Really? Ours are all out at night in summer anyway, and he gets nothing special.


----------



## Golden Horse (Feb 20, 2010)




----------



## oh vair oh (Mar 27, 2012)

Probably just because I'm anal during show season and when we had him we were boarding him at a place that didn't provide great nutritional options. When we got our own place, Strategy, green grass, and night turnout made him a healthy, shiny black. But I was determined during show season to give him that cobalt-blue sheen lol.


----------



## franknbeans (Jun 7, 2007)

Beautiful GH!


----------



## friesian1 (Apr 3, 2012)

Golden Horse said:


>


He reminds me of black beauty ! Especially his star .
_Posted via Mobile Device_


----------



## NdAppy (Apr 8, 2009)

Callie -


----------



## Island Horselover (Apr 4, 2012)

Here is mine... love her so much. She is such a sweetheart and a great jumper!


----------



## MajorSealstheDeal (Jan 4, 2011)




----------



## HorseLovinLady (Jul 18, 2011)

Beautiful horses everyone!! Keep them coming! :smile:


----------



## Rascaholic (Oct 4, 2010)

This is my Rascal. the love of my life 
This is also DH lhao about Rascal rolling before I could get confo pics.


----------



## Golden Horse (Feb 20, 2010)

Hey Major, here is a black and white of your black


----------



## HorseLovinLady (Jul 18, 2011)

Rascaholic said:


> This is my Rascal. the love of my life


 Rascal is gorgeous, thanks for sharing!


----------



## Bridgertrot (Dec 2, 2011)

Here's my girly Trudy. I no longer own her but a friend of mine has her now.  She's my paint that aint!
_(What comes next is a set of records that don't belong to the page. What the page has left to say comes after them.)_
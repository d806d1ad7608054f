"""Seeded mutations of machine files, and the only two outcomes a mutation may have.

A mutation is one edit a person could make by mistake: delete, duplicate or
swap lines, cut the file short, put a strange value where a number stood,
misspell a key, or change one token of a micro-step. Whatever the edit,
the loader must either refuse the file with a MachineError that names it,
or give a machine that runs a trivial program on both engine paths.
"""

from __future__ import annotations

import random
import re
import traceback
from dataclasses import dataclass

from emu import Emulator, MachineError, Observer
from emu.description import machine_from_text

from engine_support import trivial_program

ODD_NUMBERS = ("0", "-1", "1" + "0" * 40, "9" * 5000, "inf", "-inf", "nan", "1e-300", '"a string"', "0.5", "65536")
STEP_TOKENS = ("<-", ";", "mem[pc]", "pc", "+ 1", "- 1", "?", ":", "!", "{", "}", "(", ")", ",", "sets",
               "halt", "in(0)", "out(0, t)", "add(", "z", "x", "t", "ir", "hi(", "lo(", "0", "255", "")
_NUMBER = re.compile(r"(?<![\w.\"])-?\d[\d_]*(?:\.\d+)?(?:e-?\d+)?(?![\w\"])")
_KEY = re.compile(r"^(\s*)([A-Za-z_][\w.]*|\"[^\"]*\")(\s*=)")
_STEP_PIECE = re.compile(r"<-|;|\?|:|!|[{}(),\[\]]|[A-Za-z_]\w*|\d+|[+-]")
_OTHER_KEYS = ("name", "bits", "ms", "level", "ring", "hold", "steps", "syntax", "encoding", "stages",
               "data_bits", "registers", "min", "max", "mode", "r_ohm", "pc", "flags", "zero")


def _delete(rng, lines):
    del lines[rng.randrange(len(lines))]


def _duplicate(rng, lines):
    i = rng.randrange(len(lines))
    lines.insert(i, lines[i])


def _swap(rng, lines):
    i, j = rng.randrange(len(lines)), rng.randrange(len(lines))
    lines[i], lines[j] = lines[j], lines[i]


def _truncate(rng, lines):
    text = "\n".join(lines)
    cut = text[: rng.randrange(len(text))]
    lines[:] = cut.split("\n")


def _odd_number(rng, lines):
    candidates = [i for i, line in enumerate(lines) if _NUMBER.search(line.split("#")[0])]
    i = rng.choice(candidates)
    matches = list(_NUMBER.finditer(lines[i].split("#")[0]))
    m = rng.choice(matches)
    lines[i] = lines[i][:m.start()] + rng.choice([n for n in ODD_NUMBERS if n != m[0]]) + lines[i][m.end():]


def _rename_key(rng, lines):
    candidates = [i for i, line in enumerate(lines) if _KEY.match(line)]
    i = rng.choice(candidates)
    m = _KEY.match(lines[i])
    new = rng.choice([k for k in _OTHER_KEYS + (m[2] + "x", m[2][:-1] or "k") if k != m[2]])
    lines[i] = m[1] + new + m[3] + lines[i][m.end():]


def _step_token(rng, lines):
    candidates = [i for i, line in enumerate(lines) if "<-" in line or "halt" in line or "out(" in line]
    i = rng.choice(candidates)
    pieces = list(_STEP_PIECE.finditer(lines[i]))
    m = rng.choice(pieces)
    lines[i] = lines[i][:m.start()] + rng.choice([t for t in STEP_TOKENS if t != m[0]]) + lines[i][m.end():]


MUTATIONS = {"delete a line": _delete, "duplicate a line": _duplicate, "swap two lines": _swap,
             "truncate": _truncate, "odd number": _odd_number, "rename a key": _rename_key,
             "micro-step token": _step_token}


def mutate(text: str, seed: int) -> tuple[str, str]:
    """(mutated text, what was done); the same seed always gives the same edit."""
    rng = random.Random(seed)
    name = rng.choice(list(MUTATIONS))
    lines = text.split("\n")
    MUTATIONS[name](rng, lines)
    return "\n".join(lines), name


@dataclass
class Outcome:
    kind: str           # "refused", "runs" or "traceback"
    detail: str = ""


def run_briefly(machine, cycles: int = 300) -> None:
    """A trivial program on the fused and on the stepping path, pressing RESUME at each halt."""
    words = trivial_program(machine)[: machine.memory_words]
    for observed in (False, True):
        emu = Emulator(machine)
        if observed:
            emu.observe(Observer())
        emu.load([(0, words)])
        while emu.cycles < cycles:
            reason = emu.run(max_cycles=cycles - emu.cycles)
            if reason.kind == "halted":
                emu.press_resume()
            elif reason.kind != "cycle_limit":
                break


def outcome(text: str, path: str, cycles: int = 300) -> Outcome:
    """How the loader and the engine take one (mutated) machine file."""
    try:
        machine = machine_from_text(text, path)
    except MachineError as exc:
        rendered = exc.render()
        if not rendered.startswith(path):
            return Outcome("traceback", f"message does not name the file: {rendered}")
        return Outcome("refused", rendered)
    except Exception:
        return Outcome("traceback", "loading: " + traceback.format_exc())
    try:
        run_briefly(machine, cycles)
    except Exception:
        return Outcome("traceback", "running: " + traceback.format_exc())
    return Outcome("runs")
And here's a pic from her new owner. She's been trying some english stuff with her.


----------



## horsemadgirl (Aug 23, 2011)

*okay, so i cheated *

okay, so he's a very VERY dark bay. but oh well


----------



## TexasAndi (Mar 3, 2012)

And here's my Tuck!


----------



## HorseLovinLady (Jul 18, 2011)

All gorgeous, Trudy is stunning, I love a black horse with any kind of chrome! :smile:


----------



## DrumRunner (Jan 26, 2011)

This is one of my mares, Land Oh Lark..aka Lark, or Booger..She's a 13 yr old appendix Quarter Horse.


----------



## Oldhorselady (Feb 7, 2012)

Here is one of my girls.....


----------



## HorseLovinLady (Jul 18, 2011)

She's beautiful Lady!


----------



## SunnyDraco (Dec 8, 2011)

My mom's blacks :wink:








Shawnee on left, Dreamer in center









Shawnee's 11 month old filly, Dawn









The herd July 4, 2011

And then there is Sir. My mom bought him the weekend that Dawn was born, he is her daddy and Shawnee will be having another black due this June 


























Shawnee and Sir are non fading blacks, Dreamer's black fades in the sun


----------



## Rascaholic (Oct 4, 2010)

I like Sir! He looks like he has a great personality. Little mischievous and spunky but will listen when you crack down on him...?


----------



## dee (Jul 30, 2009)

Does a black dun count as a black? She's my avatar...


----------



## SunnyDraco (Dec 8, 2011)

Rascaholic said:


> I like Sir! He looks like he has a great personality. Little mischievous and spunky but will listen when you crack down on him...?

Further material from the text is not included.